SCID affect 1 in 35,000 children worldwide, and SCID caused by alterations in the RAG1 gene is one of the most common types. In patients with this disease, the body is unable to develop an adequate immune response to microorganisms, which can be life-threatening before one year of age if left untreated.

In 2017, the Catalan public health system became the first in Europe to universally incorporate SCID screening into its Neonatal Screening Program. Currently, treatments focus on hematopoietic precursor transplantation (bone marrow, peripheral blood, umbilical cord), but they entail many associated risks, such as graft-versus-host disease or toxicity associated with pre-transplant chemotherapy. In addition, it is noteworthy that it is not always possible to find a compatible donor.

Gene therapy clinical trial for patients without compatible donors

In this context, RECOMB is working on the development of a gene therapy for patients with IDCG-RAG1 who do not have a compatible donor. In these cases, patients are treated with their own genetically modified blood stem cells to correct the alteration in the RAG1 gene. "Our goal is to have new therapeutic options, based on gene therapy, to improve patient survival and decrease the risks involved in carrying out a transplant", says Dr. Pere Soler Palacín, head of the Infectious Pathology and Immunodeficiency Unit of Paediatrics at Vall d'Hebron University Hospital and of the Infection and Immunity in Paediatric Patients group at Vall d’Hebron Research Institute (VHIR).

Recently, the team has launched a phase I/II clinical trial to test this therapy in children under two years of age with IDCG-RAG1 who do not have a donor for transplantation.

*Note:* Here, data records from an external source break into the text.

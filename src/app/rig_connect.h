// Opening the rig session a hardware command works in: the link named by the resolved options
// (app/rig_options.h) or, with --dry-run, a printer that writes every line the command would
// send on ctx.out ("would send: u 0 55 *1A2B"), with the limits and the stop flag attached.
#ifndef LOOPWRIGHT_APP_RIG_CONNECT_H_
#define LOOPWRIGHT_APP_RIG_CONNECT_H_

#include <atomic>
#include <memory>

#include "app/command.h"
#include "app/rig_options.h"
#include "app/stop_signal.h"
#include "io/rig_session.h"

namespace lw::app {

// Opens the link (LinkError when it cannot be opened) or the dry-run printer; no line is sent
// yet. `stop` is the StopSignalGuard's flag (may be null).
std::unique_ptr<RigSession> OpenRigSession(Context& ctx, const ResolvedRig& rig,
                                           const std::atomic<int>* stop);

// What every hardware command does first: the cautions when it drives the actuator
// (PrintCautions), the session (OpenRigSession with the guard's flag) and the hello/caps
// handshake (RigSession::Connect; the caps are then session->caps()).
std::unique_ptr<RigSession> ConnectRig(Context& ctx, const ResolvedRig& rig,
                                       const StopSignalGuard& guard, bool drives);

}  // namespace lw::app

#endif  // LOOPWRIGHT_APP_RIG_CONNECT_H_
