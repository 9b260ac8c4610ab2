#include "app/summary_table.h"

#include <algorithm>
#include <cstdlib>
#include <ostream>

namespace lw::app {
namespace {

size_t CodePoints(const std::string& s) {
  return static_cast<size_t>(
      std::count_if(s.begin(), s.end(), [](char c) { return (c & 0xC0) != 0x80; }));
}

// A number, optionally followed by a space and a unit or by '%'; or n/a / inf / -inf.
bool IsNumberText(const std::string& s) {
  if (s == "n/a" || s == "inf" || s == "-inf") return true;
  if (s.empty()) return false;
  char* end = nullptr;
  std::strtod(s.c_str(), &end);
  if (end == s.c_str()) return false;
  return *end == '\0' || *end == ' ' || *end == '%';
}

const char* AnsiCode(CellMark m) {
  switch (m) {
    case CellMark::kOk:
      return "32";
    case CellMark::kCaution:
      return "33";
    case CellMark::kFail:
      return "31";
    case CellMark::kHeading:
      return "1";
    case CellMark::kPlain:
      break;
  }
  return nullptr;
}

}  // namespace

SummaryCell OkFail(bool ok) { return Verdict(ok, "OK", "FAIL"); }

SummaryCell Verdict(bool ok, std::string ok_text, std::string fail_text) {
  return ok ? SummaryCell(std::move(ok_text), CellMark::kOk)
            : SummaryCell(std::move(fail_text), CellMark::kFail);
}

SummaryTable::SummaryTable(std::vector<std::string> header) : header_(std::move(header)) {}

void SummaryTable::AddRow(std::vector<SummaryCell> row) { rows_.push_back(std::move(row)); }

std::string SummaryTable::Render(bool color, int indent) const {
  size_t ncol = header_.size();
  for (const auto& r : rows_) ncol = std::max(ncol, r.size());
  std::vector<size_t> width(ncol, 0);
  std::vector<bool> right(ncol, false);
  std::vector<bool> any(ncol, false);
  for (size_t c = 0; c < header_.size(); ++c) width[c] = CodePoints(header_[c]);
  std::vector<bool> numeric(ncol, true);
  for (const auto& r : rows_) {
    for (size_t c = 0; c < r.size(); ++c) {
      width[c] = std::max(width[c], CodePoints(r[c].text));
      if (r[c].text.empty()) continue;
      any[c] = true;
      if (!IsNumberText(r[c].text)) numeric[c] = false;
    }
  }
  for (size_t c = 0; c < ncol; ++c) right[c] = any[c] && numeric[c];

  const std::string lead(static_cast<size_t>(std::max(indent, 0)), ' ');
  std::string text;
  auto emit = [&](const std::vector<SummaryCell>& cells) {
    // Pad the plain text, colour after padding, then drop the trailing blanks of the line.
    std::string line = lead;
    size_t plain_end = line.size();  // end of the last non-blank character
    for (size_t c = 0; c < ncol; ++c) {
      const SummaryCell* cell = c < cells.size() ? &cells[c] : nullptr;
      std::string body = cell ? cell->text : std::string();
      size_t w = CodePoints(body);
      std::string fill(width[c] > w ? width[c] - w : 0, ' ');
      const char* code = cell && color ? AnsiCode(cell->mark) : nullptr;
      if (code && !body.empty()) body = std::string("\033[") + code + "m" + body + "\033[0m";
      if (right[c]) {
        line += fill;
        line += body;
        if (!body.empty()) plain_end = line.size();
      } else {
        line += body;
        if (!body.empty()) plain_end = line.size();
        line += fill;
      }
      if (c + 1 < ncol) line += "  ";
    }
    line.resize(plain_end);
    text += line;
    text += '\n';
  };

  std::vector<SummaryCell> head;
  for (const auto& h : header_) head.emplace_back(h, CellMark::kHeading);
  emit(head);
  std::string rule = lead;
  for (size_t c = 0; c < ncol; ++c) {
    rule += std::string(width[c], '-');
    if (c + 1 < ncol) rule += "  ";
  }
  text += rule + '\n';
  for (const auto& r : rows_) emit(r);
  return text;
}

void SummaryTable::Print(const Context& ctx, int indent) const {
  ctx.out << Render(ctx.color, indent);
}

}  // namespace lw::app
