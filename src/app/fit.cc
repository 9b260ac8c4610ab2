// `loopwright fit`: identify a low-order plant model from a step-test recording.
//
//   loopwright fit REC.csv [--time C --input C --output C --time-unit U]
//                  [--structure auto|fopdt|sopdt|underdamped|integrating|sopdt-zero]
//                  [--simpler-within DELTA]
//                  [--window T0:T1] [--robust [--loss huber|cauchy]] [-o MODEL.json] [--json]
//                  [--plot FIG.svg]
//                  [--input-unit U] [--output-unit U]
//   loopwright fit REC.csv --step-at T --step-size A ...   (no input column: a known step)
//   loopwright fit REC.csv --closed-loop --gain K [--controller C] [--reference C] ...
//   loopwright fit NEW.csv --compare OLD.json [--band OLD_BAND.json] [--gain K] ...
//
// Prints the parameters with 95 % intervals, the fit percentage, the criterion and warnings
// (identify/fit.h explains the method). --structure auto fits every structure and chooses by
// AICc, the fewest parameters among those within --simpler-within (default 2) of the smallest,
// then one whose parameters the data determine (identify/structure_selection.h); the candidate
// table marks the chosen one with *, names the smallest AICc when it differs and says why in one
// line below. -o writes the model file (io/model_file.h) only after a successful fit, atomically.
// Exit 3 for an unusable recording, 1 when no fit converges.
//
// --closed-loop: the recording was made under feedback (columns t, r, u, y); the plant is fitted
// inside the known loop C = K shape (identify/closed_loop_fit.h).
// --compare OLD.json / --band OLD_BAND.json: what changed against an older model and whether the
// gain in use is still inside the bands found again on the new model (app/fit_compare.h).
//
// Units: the gain is in output unit / input unit, time constants and the dead time in seconds
// (the time column is converted to seconds whatever --time-unit says). The units come from
// --input-unit / --output-unit, else from the column name: "power[%]", "power (%)" or a last
// "_" part that is a known unit ("temp_degC", "flow_lpm").
//
// Every output path (-o, --plot) is checked before anything is read or written: a figure with an
// unknown extension, an output folder that does not exist or -o equal to --plot is refused (exit
// 2) with no file left.
#include <algorithm>
#include <cmath>
#include <functional>
#include <limits>
#include <optional>
#include <string>
#include <tuple>
#include <vector>

#include <filesystem>

#include "app/column_options.h"
#include "app/command.h"
#include "app/controller_option.h"
#include "app/fit_compare.h"
#include "app/fit_plot.h"
#include "app/output.h"
#include "app/summary_table.h"
#include "app/workspace.h"
#include "identify/closed_loop_fit.h"
#include "identify/fit.h"
#include "identify/model_text.h"
#include "identify/structure_selection.h"
#include "io/csv_reader.h"
#include "io/figure.h"
#include "io/model_file.h"
#include "io/recording.h"
#include "io/sha256.h"
#include "lti/error.h"
#include "lti/number_text.h"

namespace lw::app {
namespace {

constexpr double kNaN = std::numeric_limits<double>::quiet_NaN();

// "T0:T1" with either side optional ("5:" from 5 s on, ":20" up to 20 s).
void ParseWindow(const std::string& text, double& t0, double& t1) {
  constexpr double kInf = std::numeric_limits<double>::infinity();
  const auto pair = ParseNumberPair(text, -kInf, kInf);
  if (!pair || !(pair->first < pair->second)) {
    throw UsageError("--window '" + text + "': expected T0:T1 in seconds with T0 < T1");
  }
  std::tie(t0, t1) = *pair;
}

nlohmann::json ParameterJson(const ParameterEstimate& p) {
  return {{"name", p.name},
          {"value", JsonNumber(p.value)},
          {"ci95", {JsonNumber(p.ci_low), JsonNumber(p.ci_high)}},
          {"unit", p.unit}};
}

nlohmann::json ResultJson(const Identification& id) {
  const FitResult& m = id.model;
  nlohmann::json doc;
  doc["structure"] = std::string(StructureName(m.structure));
  doc["parameters"] = nlohmann::json::array();
  for (const auto& p : m.parameters) doc["parameters"].push_back(ParameterJson(p));
  doc["offsets"] = nlohmann::json::array();
  doc["offsets"].push_back(ParameterJson(m.output_offset));
  if (m.output_drift) doc["offsets"].push_back(ParameterJson(*m.output_drift));
  doc["input_baseline"] = JsonNumber(m.input_baseline);
  doc["tf"] = {{"num", JsonNumbers(m.tf.num().coefficients())},
               {"den", JsonNumbers(m.tf.den().coefficients())},
               {"delay", JsonNumber(m.tf.delay())}};
  doc["fit_percent"] = JsonNumber(m.fit_percent);
  doc["residual_rms"] = JsonNumber(m.residual_rms);
  doc["criterion"] = {{"name", id.criterion},
                      {"value", JsonNumber(m.aicc)},
                      {"why", std::string(CriterionRationale())}};
  doc["samples"] = m.samples;
  doc["decimation"] = id.decimation;
  doc["rank_deficiency"] =
      m.rank_deficiency.empty() ? nlohmann::json(nullptr) : nlohmann::json(m.rank_deficiency);
  doc["solver"] = {{"termination", m.termination},
                   {"iterations", m.iterations},
                   {"seconds", JsonNumber(m.seconds)}};
  doc["warnings"] = id.warnings;
  if (id.automatic) {
    doc["candidates"] = nlohmann::json::array();
    for (const auto& c : id.candidates) {
      doc["candidates"].push_back({{"structure", std::string(StructureName(c.structure))},
                                   {"usable", c.usable},
                                   {"note", c.note},
                                   {"fit_percent", JsonNumber(c.fitted ? c.fit_percent : kNaN)},
                                   {"residual_rms", JsonNumber(c.fitted ? c.residual_rms : kNaN)},
                                   {"aicc", JsonNumber(c.usable ? c.aicc : kNaN)},
                                   {"delta_aicc", JsonNumber(c.usable ? c.delta_aicc : kNaN)},
                                   {"free_parameters", c.free_parameters},
                                   {"smallest_aicc", c.smallest},
                                   {"chosen", c.chosen}});
    }
    doc["selection"] = {{"prefer_fewer_parameters", id.selection.prefer_fewer_parameters},
                        {"support_width", JsonNumber(id.selection.support_width)},
                        {"note", id.selection_note}};
  }
  return doc;
}

// The unit a column name carries: "power[%]" / "power (%)" -> "%", "temp_degC" -> "degC" (the
// part after the last '_' when it is a known unit); empty when there is none.
std::string UnitOfColumnName(const std::string& name) {
  for (auto [open, close] : {std::pair{'[', ']'}, std::pair{'(', ')'}}) {
    size_t a = name.rfind(open);
    if (a != std::string::npos && name.size() > a + 2 && name.back() == close) {
      std::string unit = name.substr(a + 1, name.size() - a - 2);
      while (!unit.empty() && unit.front() == ' ') unit.erase(unit.begin());
      while (!unit.empty() && unit.back() == ' ') unit.pop_back();
      if (!unit.empty()) return unit;
    }
  }
  static const std::vector<std::string> known = {
      "degC", "degF", "K",   "pct", "percent", "m",   "mm",  "cm",  "um",  "mps", "rpm",
      "rads", "rad",  "deg", "bar", "mbar",    "Pa",  "kPa", "MPa", "psi", "V",   "mV",
      "A",    "mA",   "W",   "kW",  "N",       "Nm",  "kg",  "g",   "lpm", "Hz",  "kHz",
      "C",    "F",    "l",   "ml",  "m3h",     "kgh", "lph", "ms",  "s",   "min", "h"};
  size_t us = name.rfind('_');
  if (us == std::string::npos || us + 1 >= name.size()) return "";
  std::string tail = name.substr(us + 1);
  for (const auto& k : known) {
    if (tail == k) return tail;
  }
  return "";
}

// The header name of a column chosen by name or 1-based position (recording.h's rule).
std::string ColumnHeader(const Table& table, const std::string& chosen) {
  for (const auto& n : table.names) {
    if (n == chosen) return n;
  }
  if (!chosen.empty() && chosen.find_first_not_of("0123456789") == std::string::npos) {
    size_t i = std::stoul(chosen);
    if (i >= 1 && i <= table.names.size()) return table.names[i - 1];
  }
  return chosen;
}

// Refuses, before anything is written, an output that cannot be made: its folder is missing or
// not a folder.
void CheckOutputFolder(const std::string& path, const std::string& option) {
  std::filesystem::path parent = std::filesystem::path(path).parent_path();
  if (parent.empty()) return;
  std::error_code ec;
  if (!std::filesystem::is_directory(parent, ec)) {
    throw UsageError(option + " '" + path + "': the folder '" + parent.string() +
                     "' does not exist");
  }
}
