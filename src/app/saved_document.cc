#include "app/saved_document.h"

#include "io/atomic_file.h"

namespace lw::app {

void SaveDocument(const std::string& path, nlohmann::json doc, const std::string& format,
                  const std::string& model_description, const std::string& command_line) {
  doc["format"] = format;
  doc["version"] = 1;
  doc["model"] = model_description;
  doc["command_line"] = command_line;
  WriteFileAtomically(path, doc.dump(2) + "\n");
}

}  // namespace lw::app
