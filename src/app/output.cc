#include "app/output.h"

#include <algorithm>
#include <cmath>
#include <cstdio>
#include <cstdlib>
#include <ostream>

#include "identify/model_structure.h"

namespace lw::app {
namespace {

// Number of code points in a UTF-8 string (continuation bytes are not counted).
size_t DisplayWidth(std::string_view s) {
  return static_cast<size_t>(
      std::count_if(s.begin(), s.end(), [](char c) { return (c & 0xC0) != 0x80; }));
}

bool LooksNumeric(std::string_view s) {
  if (s.empty()) return false;
  char* end = nullptr;
  std::string copy(s);
  std::strtod(copy.c_str(), &end);
  if (end == copy.c_str()) return s == "n/a" || s == "inf" || s == "-inf";
  // Allow a unit or percent sign after the number ("3.2 s", "12 %").
  return *end == '\0' || *end == ' ' || *end == '%';
}

std::string Pad(std::string_view s, size_t width, bool right) {
  size_t w = DisplayWidth(s);
  std::string fill(width > w ? width - w : 0, ' ');
  return right ? fill + std::string(s) : std::string(s) + fill;
}

std::string Wrap(const Context& ctx, std::string_view text, const char* code) {
  if (!ctx.color) return std::string(text);
  return std::string("\033[") + code + "m" + std::string(text) + "\033[0m";
}

}  // namespace

std::string FormatNumber(double v, int significant) {
  if (std::isnan(v)) return "n/a";
  if (std::isinf(v)) return v > 0 ? "inf" : "-inf";
  significant = std::clamp(significant, 1, 17);
  char buf[64];
  double a = std::fabs(v);
  if (v != 0.0 && (a < 1e-4 || a >= 1e6)) {
    std::snprintf(buf, sizeof buf, "%.*e", significant - 1, v);
    // Drop trailing zeros of the mantissa: 1.500e+06 -> 1.5e+06.
    std::string s(buf);
    size_t e = s.find('e');
    std::string mantissa = s.substr(0, e);
    if (mantissa.find('.') != std::string::npos) {
      mantissa.erase(mantissa.find_last_not_of('0') + 1);
      if (mantissa.back() == '.') mantissa.pop_back();
    }
    return mantissa + s.substr(e);
  }
  std::snprintf(buf, sizeof buf, "%.*g", significant, v);
  std::string s(buf);
  if (s.find('e') != std::string::npos) {
    // %g chose an exponent for a number we print in fixed form (e.g. 123456 with 4 digits).
    int decimals = 0;
    std::snprintf(buf, sizeof buf, "%.*f", decimals, v);
    s = buf;
  }
  if (s == "-0") s = "0";
  return s;
}

EstimateText FormatEstimate(double value, double low, double high, int significant) {
  const bool bounded = std::isfinite(low) && std::isfinite(high);
  EstimateText text;
  for (int digits = std::clamp(significant, 1, 17);; ++digits) {
    text = {FormatNumber(value, digits), FormatNumber(low, digits), FormatNumber(high, digits),
            "undetermined"};
    const bool low_ok = !(low < value) || text.low != text.value;
    const bool high_ok = !(value < high) || text.high != text.value;
    if (!bounded || (low_ok && high_ok) || digits >= std::max(10, significant)) break;
  }
  if (bounded) text.interval = text.low + " .. " + text.high;
  return text;
}

ParameterText FormatParameter(std::string_view name, double value, double low, double high) {
  const ParameterRange range = PhysicalRange(name);
  const double lo = std::max(low, range.lo), hi = std::min(high, range.hi);
  const bool cut = std::isfinite(low) && std::isfinite(high) && (lo != low || hi != high);
  ParameterText text;
  static_cast<EstimateText&>(text) = FormatEstimate(value, cut ? lo : low, cut ? hi : high);
  if (cut) {
    text.interval += " " + std::string(kCutMark);
    const bool at_lo = lo != low;
    const EstimateText raw = FormatEstimate(value, low, high);
    const std::string bound = FormatNumber(at_lo ? range.lo : range.hi);
    text.note = "the symmetric 95 % interval reaches " + (at_lo ? raw.low : raw.high) +
                ", past the physical bound " + bound + ": the data do not rule out " + bound;
  }
  return text;
}

void PrintCutNotes(std::ostream& out, const std::vector<std::string>& notes) {
  for (const std::string& n : notes) out << "  " << kCutMark << " " << n << "\n";
}

std::string FormatQuantity(double v, std::string_view unit, int significant) {
  std::string s = FormatNumber(v, significant);
  if (!unit.empty() && !std::isnan(v)) s += " " + std::string(unit);
  return s;
}

std::string PoleText(std::complex<double> p) {
  if (!std::isfinite(p.real())) return "";
  std::string s = FormatNumber(p.real(), 4);
  if (std::abs(p.imag()) > 1e-12 * std::abs(p)) s += " ± j" + FormatNumber(std::abs(p.imag()), 4);
  return s;
}

bool ListedPole(std::complex<double> p) {
  return p.imag() > 0.0 || std::abs(p.imag()) <= 1e-12 * std::abs(p);
}

nlohmann::json JsonNumber(double v) {
  if (!std::isfinite(v)) return nullptr;
  return v;
}

nlohmann::json JsonNumbers(const std::vector<double>& v) {
  nlohmann::json a = nlohmann::json::array();
  for (double x : v) a.push_back(JsonNumber(x));
  return a;
}

void PrintJson(Context& ctx, const nlohmann::json& doc) { ctx.out << doc.dump(2) << '\n'; }

std::string Bold(const Context& ctx, std::string_view text) { return Wrap(ctx, text, "1"); }
std::string Good(const Context& ctx, std::string_view text) { return Wrap(ctx, text, "32"); }
std::string Caution(const Context& ctx, std::string_view text) { return Wrap(ctx, text, "33"); }
std::string Bad(const Context& ctx, std::string_view text) { return Wrap(ctx, text, "31"); }

void Warn(Context& ctx, std::string_view text) { ctx.err << "warning: " << text << '\n'; }

TextTable::TextTable(std::vector<std::string> header) : header_(std::move(header)) {}

void TextTable::AddRow(std::vector<std::string> row) {
  row.resize(std::max(row.size(), header_.size()));
  rows_.push_back(std::move(row));
}

void TextTable::Print(std::ostream& out, int indent) const {
  size_t ncol = header_.size();
  for (const auto& r : rows_) ncol = std::max(ncol, r.size());
  std::vector<size_t> width(ncol, 0);
  std::vector<bool> numeric(ncol, true);
  for (size_t c = 0; c < header_.size(); ++c) width[c] = DisplayWidth(header_[c]);
  for (const auto& r : rows_) {
    for (size_t c = 0; c < r.size(); ++c) {
      width[c] = std::max(width[c], DisplayWidth(r[c]));
      if (!r[c].empty() && !LooksNumeric(r[c])) numeric[c] = false;
    }
  }
  std::string lead(std::max(indent, 0), ' ');
  auto line = [&](const std::vector<std::string>& cells) {
    std::string s = lead;
    for (size_t c = 0; c < ncol; ++c) {
      std::string cell = c < cells.size() ? cells[c] : "";
      s += Pad(cell, width[c], numeric[c]);
      if (c + 1 < ncol) s += "  ";
    }
    s.erase(s.find_last_not_of(' ') + 1);
    out << s << '\n';
  };
  line(header_);
  std::string rule = lead;
  for (size_t c = 0; c < ncol; ++c) {
    rule += std::string(width[c], '-');
    if (c + 1 < ncol) rule += "  ";
  }
  out << rule << '\n';
  for (const auto& r : rows_) line(r);
}

void KeyValueList::Add(std::string key, std::string value) {
  items_.emplace_back(std::move(key), std::move(value));
}

void KeyValueList::Print(std::ostream& out, int indent) const {
  size_t w = 0;
  for (const auto& [k, v] : items_) w = std::max(w, DisplayWidth(k));
  std::string lead(std::max(indent, 0), ' ');
  for (const auto& [k, v] : items_) out << lead << Pad(k + ":", w + 1, false) << ' ' << v << '\n';
}

}  // namespace lw::app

For more information and to enroll in the trial, contact the project's research team:

• miriam.gonzalezamores@vallhebron.cat
• 667 93 56 77

RECOMB Project

The RECOMB project is a research consortium born in 2018 that brings together clinical and research professionals from 17 centers in Europe and Israel with expertise in the management of primary immunodeficiencies or inborn errors of immunity, such as SCID. The study, led by Leiden University Medical Center (LUMC), includes the participation of Vall d'Hebron.

The project has received funding from the European Union’s Horizon 2020 research and innovation program under grant agreement No 755170.